((

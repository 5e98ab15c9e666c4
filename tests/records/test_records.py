"""What crosses a border cannot be changed on the other side."""

from collections.abc import Mapping
from dataclasses import FrozenInstanceError, fields, is_dataclass

import numpy as np
import pandas as pd
import pytest

from panelkit import records
from panelkit.records import Record

CLASSES = sorted(
    name
    for name in records.__all__
    if isinstance(getattr(records, name), type) and is_dataclass(getattr(records, name))
)
ROWS = {
    "Assumption": "a row of ScenarioAnswer",
    "Conflict": "a row of Conflicts",
    "CostLine": "a row of PanelCost",
    "Crossing": "a row of BreakEven",
    "Driver": "a row of ScenarioAnswer",
    "KitPurchase": "a row of PanelCost",
    "PriceQuestion": "a row of PriceAnswer",
    "SheetAssay": "a row of CostSheet",
    "Stair": "a row of ScenarioAnswer",
    "StepDown": "part of ScenarioAnswer",
    "Variation": "a row of PriceAnswer",
    "Dropped": "a row of dropped.csv, held by Cohort",
    "Finding": "a row of Findings",
    "Flow": "a row of flow.csv, held by Cohort",
    "FrontierRow": "a row of Frontier",
    "Headline": "part of Choice",
    "Opening": "a line of the openings file, held by Cohort",
    "RuleChoice": "part of Choice",
    "Choice": "choice.json: a document, no table",
    "RunRecord": "record.json: a document, no table",
    "AssayStep": "part of a panel file",
    "CutOff": "part of a panel file",
    "Fallback": "part of a panel file",
    "HonestFigures": "part of a panel file",
    "MarkerShift": "a row of shifts.csv, held by Validation",
    "PanelContent": "a panel file: a document, no table",
    "PanelMarker": "part of a panel file",
    "PanelReference": "part of a panel file",
    "Parent": "part of a panel file",
    "TrainingRows": "part of a panel file",
    "Validation": "validation.json: a document, no table",
    "ValidationFigure": "a row of figures.csv, held by Validation",
}
"""Plain data without arrays; every other class is a `Record` with `to_frame`."""


def test_every_class_is_looked_at(record_names):
    """A new record has to be added to the conftest of this folder."""
    assert record_names == set(CLASSES)
    plain = {n for n in CLASSES if not issubclass(getattr(records, n), Record)}
    assert plain == set(ROWS)


@pytest.mark.parametrize("name", CLASSES)
def test_frozen_and_slotted(make_record, name):
    made = make_record(name)
    kind = type(made)
    assert kind.__dataclass_params__.frozen
    assert "__slots__" in vars(kind)
    assert not hasattr(made, "__dict__")
    for field in fields(made):
        with pytest.raises(FrozenInstanceError):
            setattr(made, field.name, None)
    # a name that is no field finds no room; python 3.11 says so by a TypeError
    with pytest.raises((FrozenInstanceError, AttributeError, TypeError)):
        made.another_name = 1


def arrays_of(value):
    """Yield every array in a field, those in tuples included."""
    if isinstance(value, np.ndarray):
        yield value
    elif isinstance(value, tuple):
        for item in value:
            yield from arrays_of(item)


def arrays_in(record):
    return [
        array
        for field in fields(record)
        for array in arrays_of(getattr(record, field.name))
    ]


@pytest.mark.parametrize("name", CLASSES)
def test_arrays_cannot_be_written_to(make_record, name):
    for array in arrays_in(make_record(name)):
        with pytest.raises(ValueError, match="read-only"):
            array[...] = array


def test_some_records_have_arrays(make_record):
    """The test above is not empty, and reaches arrays in tuples."""
    with_arrays = {name for name in CLASSES if arrays_in(make_record(name))}
    assert {"Cohort", "FoldPlan", "PathSet", "SubsamplePlan"} <= with_arrays


def test_the_caller_keeps_the_right_to_write():
    """The record holds a view: the flags of the caller's own array are left alone."""
    mine = np.zeros((1, 4), np.int64)
    plan = records.FoldPlan(mine, 2)
    mine[0, 0] = 1
    assert np.shares_memory(plan.test_fold, mine)


@pytest.mark.parametrize("name", ["sample_columns", "feature_columns"])
def test_arrays_in_mappings_cannot_be_written_to(make_record, name):
    columns = getattr(make_record("Cohort"), name)
    assert isinstance(columns, Mapping)
    for array in columns.values():
        with pytest.raises(ValueError, match="read-only"):
            array[0] = "another"


@pytest.mark.parametrize("name", [name for name in CLASSES if name not in ROWS])
def test_to_frame(make_record, name):
    made = make_record(name)
    table = made.to_frame()
    assert isinstance(table, pd.DataFrame)
    assert table.shape[0] >= 1
    assert table.shape[1] >= 1
    assert len(set(table.columns)) == table.shape[1]


ROW_COUNTS = {
    "AssayMap": 2,
    "Cohort": 4,
    "Conflicts": 1,
    "Comparator": 1,
    "Findings": 2,
    "Frontier": 2,
    "Outcome": 4,
    "PanelCost": 1,
    "PathSet": 3,
    "PriceList": 1,
    "ShortlistTable": 2,
}


@pytest.mark.parametrize(("name", "rows"), ROW_COUNTS.items())
def test_tables_have_a_row_each(make_record, name, rows):
    assert len(make_record(name).to_frame()) == rows


def test_findings_are_a_sequence(make_record):
    made = make_record("Findings")
    assert len(made) == len(list(made)) == 2
    assert made[0].code == "few-subjects"
    assert isinstance(made[:1], records.Findings)
    assert made[:1].of("warning") == (made[0],)
    assert made.of("stop") == ()


def test_cohort_shows_samples_in_rows(make_record):
    made = make_record("Cohort")
    assert made.X.shape == (made.n_samples, made.n_features) == (4, 3)
    assert made.X.base is made.values or np.shares_memory(made.X, made.values)
    frame = made.to_frame()
    assert list(frame.index) == list(made.samples)
    assert list(frame.columns) == list(made.features)
    assert (frame.to_numpy() == made.X).all()


def test_cohort_as_anndata(make_record):
    made = make_record("Cohort")
    whole = made.to_anndata()
    assert whole.shape == (4, 3)
    assert list(whole.obs_names) == list(made.samples)
    assert list(whole.var["role"]) == ["marker", "marker", "control"]
    assert list(whole.obs["age"]) == ["31", "32", "33", "34"]
    assert (whole.X == made.X).all()


def test_a_split_is_a_partition(make_record):
    plan = make_record("FoldPlan")
    for repeat in range(plan.n_repeats):
        for fold in range(plan.n_folds):
            training, test = plan.split(repeat, fold)
            assert sorted([*training, *test]) == [0, 1, 2, 3]
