/** Whether this is a zone that days can be reckoned in, as 'Europe/Vienna'. */
export function isZone(name: string): boolean {
  try {
    new Intl.DateTimeFormat('en', { timeZone: name })
    return name.includes('/') || name === 'UTC'
  } catch {
    return false
  }
}
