import type { RuleTrack } from '../rule/ruleGeometry'

const count = (first: number, last: number, mark: (notch: number) => string) =>
  Array.from({ length: last - first + 1 }, (_each, index) => mark(first + index))

/** Invented tracks of each kind that the rule can draw, for the design page. */
export const ladder: RuleTrack = {
  toe: { zeroMm: 126, notchMm: 4, first: 0, last: 16 },
  heel: { zeroMm: 126, notchMm: 4, first: 0, last: 16 },
  marks: { toe: count(0, 16, String), heel: count(0, 16, String) },
  coupled: false,
  fineScrew: null,
}
export const withScrew: RuleTrack = {
  toe: { zeroMm: 125, notchMm: 5, first: 0, last: 12 },
  heel: { zeroMm: 125, notchMm: 5, first: 0, last: 12 },
  marks: { toe: count(0, 12, String), heel: count(0, 12, String) },
  coupled: false,
  fineScrew: { leadMm: 1.5, maxTurns: 1.34 },
}
const soleMarks = count(0, 21, (notch) => String(260 + notch * 5))
export const oneLever: RuleTrack = {
  toe: { zeroMm: 130, notchMm: 2.5, first: 0, last: 21 },
  heel: { zeroMm: 130, notchMm: 2.5, first: 0, last: 21 },
  marks: { toe: soleMarks, heel: soleMarks },
  coupled: true,
  fineScrew: null,
}
export const junior: RuleTrack = {
  toe: { zeroMm: 96, notchMm: 6, first: 0, last: 9 },
  heel: { zeroMm: 96, notchMm: 3, first: 1, last: 20 },
  marks: { toe: [...'ABCDEFGHIJ'], heel: count(1, 20, String) },
  coupled: false,
  fineScrew: null,
}
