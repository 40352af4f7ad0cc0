import fc from 'fast-check'
import { describe, expect, it } from 'vitest'
import { answerTrack } from '#shared/calc/answers'
import type { TrackModel } from '#shared/track/trackModel'
import { trackPlan } from '#shared/track/trackPlan'
import { demoTrackModels } from '../../server/db/seed/trackModels'
import examples from './fixtures/calc-track.json'
import vectors from './fixtures/track-vectors.json'

const models: Record<string, TrackModel> = demoTrackModels
const modelOf = (id: string): TrackModel => {
  const model = models[id]
  if (!model) throw new Error(`no model ${id}`)
  return model
}

type Candidate = { toe: number; heel: number; centre: number; gap: number; off: number }

/**
 * Every pair of notches, one after another, in whole hundredths of a millimetre (half a sole of whole mm is whole
 * too). Written for this test from the words of the contract; shares nothing with the program.
 */
function bruteForce(model: TrackModel, sole: number, offset = 0) {
  if (sole < model.soleLengthMm.min) return { ok: false, reason: 'sole_shorter_than_track' }
  if (sole > model.soleLengthMm.max) return { ok: false, reason: 'sole_longer_than_track' }
  const h = (mm: number) => Math.round(mm * 100)
  const all: Candidate[] = []
  for (let toe = model.toe.first; toe <= model.toe.last; toe++) {
    for (let heel = model.heel.first; heel <= model.heel.last; heel++) {
      if (model.coupled && toe !== heel) continue
      const t = h(model.toe.zeroMm) + toe * h(model.toe.notchMm)
      const gap = t + h(model.heel.zeroMm) + heel * h(model.heel.notchMm) - h(sole)
      const centre = t - h(sole) / 2
      const screw = model.fineScrew
      const fits = screw
        ? Math.abs(gap) * 100 <= h(screw.leadMm) * h(screw.maxTurns)
        : gap >= h(model.gapWindowMm.min) && gap <= h(model.gapWindowMm.max)
      if (fits) all.push({ toe, heel, centre, gap, off: Math.abs(centre - h(offset)) })
    }
  }
  const wrongSide = ({ gap }: Candidate) => ((model.gapTie === 'loose' ? gap >= 0 : gap <= 0) ? 0 : 1)
  const order = (a: Candidate, b: Candidate) =>
    a.off - b.off ||
    Math.abs(a.gap) - Math.abs(b.gap) ||
    wrongSide(a) - wrongSide(b) ||
    a.toe - b.toe ||
    a.heel - b.heel
  const [best] = all.sort(order)
  if (!best) return { ok: false, reason: 'no_position_in_window' }
  const { toe, heel, centre, gap, off } = best
  const position = { toe, heel, centreShiftMm: centre / 100, gapMm: gap / 100 }
  if (off > h(model.centreWindowMm)) return { ok: false, reason: 'off_centre', nearest: position }
  return {
    ok: true,
    ...position,
    turns: model.fineScrew ? gap / h(model.fineScrew.leadMm) : null,
    moves: null,
  }
}

describe('positions on the demo tracks', () => {
  // see the fixture: given with the invented models
  for (const { model, soleLengthMm, ...expected } of vectors.vectors) {
    it(`${model}, sole ${soleLengthMm} mm: ${expected.reason ?? `toe ${expected.toe}, heel ${expected.heel}`}`, () => {
      expect(trackPlan(modelOf(model), soleLengthMm)).toMatchObject(expected)
    })
  }

  for (const [id, model] of Object.entries(models)) {
    it(`${id}: every whole sole length stands where a search through all notch pairs puts it`, () => {
      for (let sole = 150; sole <= 400; sole++) {
        for (const offsetMm of [0, -3.5, 2, 10, -40]) {
          expect({ sole, plan: trackPlan(model, sole, { offsetMm }) }).toEqual({
            sole,
            plan: bruteForce(model, sole, offsetMm),
          })
        }
      }
    })
  }
})

describe('worked lines of the calculation', () => {
  // computed with an independent program, see the fixture
  examples.lines.forEach(({ in: given, out }, index) => {
    it(`line ${index + 1}: ${given.model}, sole ${given.soleLengthMm} mm`, () => {
      expect(answerTrack({ ...given, model: modelOf(given.model) })).toEqual(out)
    })
  })
})

describe('any track', () => {
  const tenths = (min: number, max: number) =>
    fc.integer({ min: min * 10, max: max * 10 }).map((value) => value / 10)
  const rail = fc
    .record({
      zeroMm: tenths(60, 140),
      notchMm: tenths(1, 7),
      first: fc.integer({ min: -3, max: 4 }),
      length: fc.integer({ min: 0, max: 25 }),
    })
    .map(({ length, ...each }) => ({ ...each, last: each.first + length }))
  const anyModel: fc.Arbitrary<TrackModel> = fc
    .record({
      toe: rail,
      heel: rail,
      coupled: fc.boolean(),
      fineScrew: fc.option(fc.record({ leadMm: tenths(1, 2), maxTurns: tenths(0, 3) })),
      window: fc.tuple(tenths(-4, 4), tenths(-4, 4)),
      gapTie: fc.constantFrom('loose' as const, 'tight' as const),
      centreWindowMm: tenths(0, 8),
    })
    .map(({ window, ...each }) => ({
      ...each,
      id: 'any',
      soleLengthMm: { min: 160, max: 390 },
      gapWindowMm: { min: Math.min(...window), max: Math.max(...window) },
      releaseValue: { min: 3, max: 10 },
      marks: { toe: [], heel: [] },
      indicatorStep: [],
    }))

  it('stands where a search through all notch pairs puts it', () => {
    const reached = new Set<string>()
    fc.assert(
      fc.property(anyModel, fc.integer({ min: 150, max: 400 }), tenths(-12, 12), (model, sole, offsetMm) => {
        const plan = trackPlan(model, sole, { offsetMm })
        expect(plan).toEqual(bruteForce(model, sole, offsetMm))
        reached.add(plan.ok ? 'ok' : plan.reason)
      }),
      { numRuns: 3000 },
    )
    expect([...reached].sort()).toEqual(
      [
        'no_position_in_window',
        'off_centre',
        'ok',
        'sole_longer_than_track',
        'sole_shorter_than_track',
      ].sort(),
    )
  })
})
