import { addDays, dayInZone, type Day } from './days'

const hour = 3_600_000

/** How far a zone is ahead of UTC at an instant, in milliseconds. */
function offsetAt(instant: number, timeZone: string): number {
  const parts = new Intl.DateTimeFormat('en-CA', {
    timeZone,
    hourCycle: 'h23',
    year: 'numeric',
    month: '2-digit',
    day: '2-digit',
    hour: '2-digit',
    minute: '2-digit',
    second: '2-digit',
  }).formatToParts(new Date(instant))
  const part = (type: string) => Number(parts.find((each) => each.type === type)?.value)
  const wall = Date.UTC(
    part('year'),
    part('month') - 1,
    part('day'),
    part('hour'),
    part('minute'),
    part('second'),
  )
  return wall - Math.floor(instant / 1000) * 1000
}

/** The first instant of a calendar day in a zone, also where clocks are changed that night. */
export function dayStart(day: Day, timeZone: string): Date {
  const midnight = Date.parse(`${day}T00:00:00Z`)
  const candidates = [
    midnight - offsetAt(midnight - 26 * hour, timeZone),
    midnight - offsetAt(midnight + 26 * hour, timeZone),
  ]
  const first = candidates.sort((a, b) => a - b).find((at) => dayInZone(new Date(at), timeZone) === day)
  return new Date(first ?? midnight - offsetAt(midnight, timeZone))
}

/** The instant at which the day that it now is in a zone is over. */
export function endOfDayAfter(now: Date, timeZone: string, days = 0): Date {
  return dayStart(addDays(dayInZone(now, timeZone), days + 1), timeZone)
}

))

**WHAT TO PRODUCE**
Repeat word for word the lines above that run from the line containing "for (const [id, model]" through the line containing "for (const offsetMm", both ends included, and nothing else.

**THE ANSWER**
  for (const [id, model] of Object.entries(models)) {
    it(`${id}: every whole sole length stands where a search through all notch pairs puts it`, () => {
      for (let sole = 150; sole <= 400; sole++) {
        for (const offsetMm of [0, -3.5, 2, 10, -40]) {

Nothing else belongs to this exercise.